Chrono Amperometry with RCB200 (position D) – Time constant determination

Files:
RCB200-D .EXP
RCB200-D Extract 014.CRV

Abstract

A Chrono Amperometry with data acquisition rate of one point every 500µs is used to determine the time constant of a RC circuit and the values of R and C are then calculated.
This method cannot be run with a VoltaLab 10 (data acquisition rate is less than 20 ms).

RCB200 with WORK connected to position D and functional ground connected to the potentiostat rear panel. The RCB200 contains resistor at 1% and capacity at 10%.
R1R2C = 1.21 kOhm ±1% +[(4.99kOhms ±1% )//(4.7nF ±10%)]+[(4.99kOhms ±1% )//(4.7nF ±10%)]

The experiment imposes +1000 mV during 0.025 + 0.025 = 0.05 seconds. Acquisitions are made every 500 µsec, so 100 measurements are recorded. 1 mA is the fixed measurement range.

Display: Type = Normal X = Time Y1 = log(Current) Y2 = No

According to [1] the linear regression of the first points gives a slope which is equal to -1/(2.3*tau). This slope, tau, is the time constant of a system R1+R2//C2 because the first capacity is negligible regarding the time resolution.
Here, R1=6200 Ohms R2=10000 Ohms and C2=1µF
The theoretical slope is -(R1+R2)/(R2*R1*C*2.3) = -(10000+6200)/(10000*6200*0.000001*2.3) = -113.6

Linear regression----------------------- 01-09-1999, 16:08:56
X min. : 0.001
X max. : 0.005
Mode : y=f(x)
Result : y(log ) = -109.522*x(sec.) -4.017
x(y=0) = -0.0366805
Coefficient : 0.999928

We find a experimental slope of (-109.5) which is in good accordance with the theoretical value (-113.6).
At t=0 the capacity is like a short circuit and the current is made by R. We can calculate the current at t=0 from the linear regression.
I(t=0)= 10^(-4.017) = 96.16 µA then R1 = 1000/(96.16+61) = 6.36 kOhms
I(t>>0)= 61 µA = 1000 /(R1+R2) then R1 + R2 = 1000/61 = 16.39 kOhms ==> R2 = 10.03 kOhms
C= (R1+R2)/(R1*R2*2.3*tau) = 16390/(6360*10030*2.3*109.522) = 1.02 µF

A time constant can be determined with a DC measurement thanks to the 500µs resolution.

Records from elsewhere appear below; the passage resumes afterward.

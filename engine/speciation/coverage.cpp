#include <algorithm>
#include <bathwright/speciation/coverage.hpp>
#include <cmath>
#include <cstdio>
#include <numeric>

namespace bathwright::speciation {

double salt_molality(const Solver& solver, const Equilibrium& answer,
                     const std::vector<std::uint32_t>& pair) {
  const auto charge = [&](std::uint32_t i) { return std::abs(solver.system().species()[i].charge); };
  const int common = std::gcd(charge(pair[0]), charge(pair[1]));
  // One formula unit holds as many of an ion as the other has charges, over the common divisor.
  return std::min(answer.molality[pair[0]] * common / charge(pair[1]),
                  answer.molality[pair[1]] * common / charge(pair[0]));
}

namespace {

/// Whether there is more than the parameters of a pair were fitted to. A fit that ends below 0.1 mol/kg ended
/// where the salt alone saturates (gypsum at 0.016), not where its parameters do.
bool beyond_fit(const Solver& solver, const Equilibrium& answer, const activity::InteractionNote& note) {
  constexpr double margin = 1.05, saturation_limited = 0.1;
  double counted = 0;
  for (const auto& [solute, weight] : note.counted) counted += weight * answer.molality[solute];
  if (note.counted.empty()) counted = salt_molality(solver, answer, note.solutes);
  return note.limit_molal >= saturation_limited && counted > margin * note.limit_molal;
}

}  // namespace

Coverage coverage(const Solver& solver, const Equilibrium& answer) {
  using Kind = activity::InteractionNote::Kind;
  constexpr double noticed = 1e-3, significant = 0.01;  // mol/kg
  Coverage found;
  for (const activity::InteractionNote& note : solver.model().notes()) {
    double least = std::numeric_limits<double>::infinity();
    double sign = 1;
    for (const std::uint32_t i : note.solutes) {
      least = std::min(least, answer.molality[i]);
      sign *= solver.system().species()[i].charge;
    }
    const bool counter_ions = note.solutes.size() == 2 && sign < 0;
    if (!(least > noticed)) continue;
    switch (note.kind) {
      case Kind::missing:
        found.missing.push_back(note.text);
        if (counter_ions && least > significant) found.valid = false;
        break;
      case Kind::estimated:
        found.warnings.push_back(note.text);
        break;
      case Kind::no_temperature_data:
        found.warnings.push_back(note.text);
        if (least > significant && std::abs(solver.temperature().v - 25) > 10) found.valid = false;
        break;
      case Kind::above_range:
        if (!beyond_fit(solver, answer, note)) break;
        found.warnings.push_back(note.text);
        found.valid = false;
        break;
      case Kind::outside_model:
        found.warnings.push_back(note.text);
        found.valid = false;
        break;
    }
  }
  constexpr double near_C = 5;
  if (std::abs(solver.temperature().v - 25) > near_C)
    for (std::size_t j = 0; j < answer.molality.size(); ++j)
      if (answer.molality[j] > noticed && !solver.system().species()[j].constant.has_dH)
        found.warnings.push_back(solver.system().species()[j].name +
                                 ": no enthalpy of formation published; its constant at 25 degC taken");
  if (!answer.stable) {
    found.warnings.emplace_back(
        "the activity model is outside its range here: its Gibbs energy no longer curves upward");
    found.valid = false;
  }
  const double trusted = solver.model().trusted_ionic_strength();
  if (answer.ionic_strength > trusted) {
    char text[160];
    std::snprintf(text, sizeof text,
                  "ionic strength %.2f mol/kg is beyond the %.1f mol/kg up to which the model %s is trusted",
                  answer.ionic_strength, trusted, std::string(activity::name(solver.model().kind())).c_str());
    found.warnings.emplace_back(text);
    found.valid = false;
  }
  return found;
}

}  // namespace bathwright::speciation
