// The equilibrium with activity coefficients that follow the composition: full Newton on everything at once.
#pragma once

#include "workspace.hpp"

namespace bathwright::speciation {

/// Where the coupled Newton ends: balances relative to what takes part in them, conditions and mass action in
/// ln units. From `saturated` (ln units) on a solid that is not there enters.
inline constexpr double balance_met = 3e-14, action_met = 2e-13, saturated = 1e-9;

/// Newton on x, the liquid water and the active phases, with d ln gamma / d m of the abundant species (a
/// trace species does not move the coefficients of others). Converges quadratically from a good start; does
/// not change the active set. Moves the whole state of `w`. Returns whether mass action and balances are met
/// to rounding.
bool solve_coupled(Workspace& w, int& iterations);

}  // namespace bathwright::speciation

[1] A tutorial on impedance spectroscopy. Mark E ORAZEM, paper n°302 CORROSION 98.Chrono

Note:
If you perform calculations from a curve which you have obtain experimentally you must use the Linear Extraction tool to subtract the stationary current from the experimental curve prior to the calculations. The DC current can be determined as the stationary current and you can use the offset function of the linear extraction tool.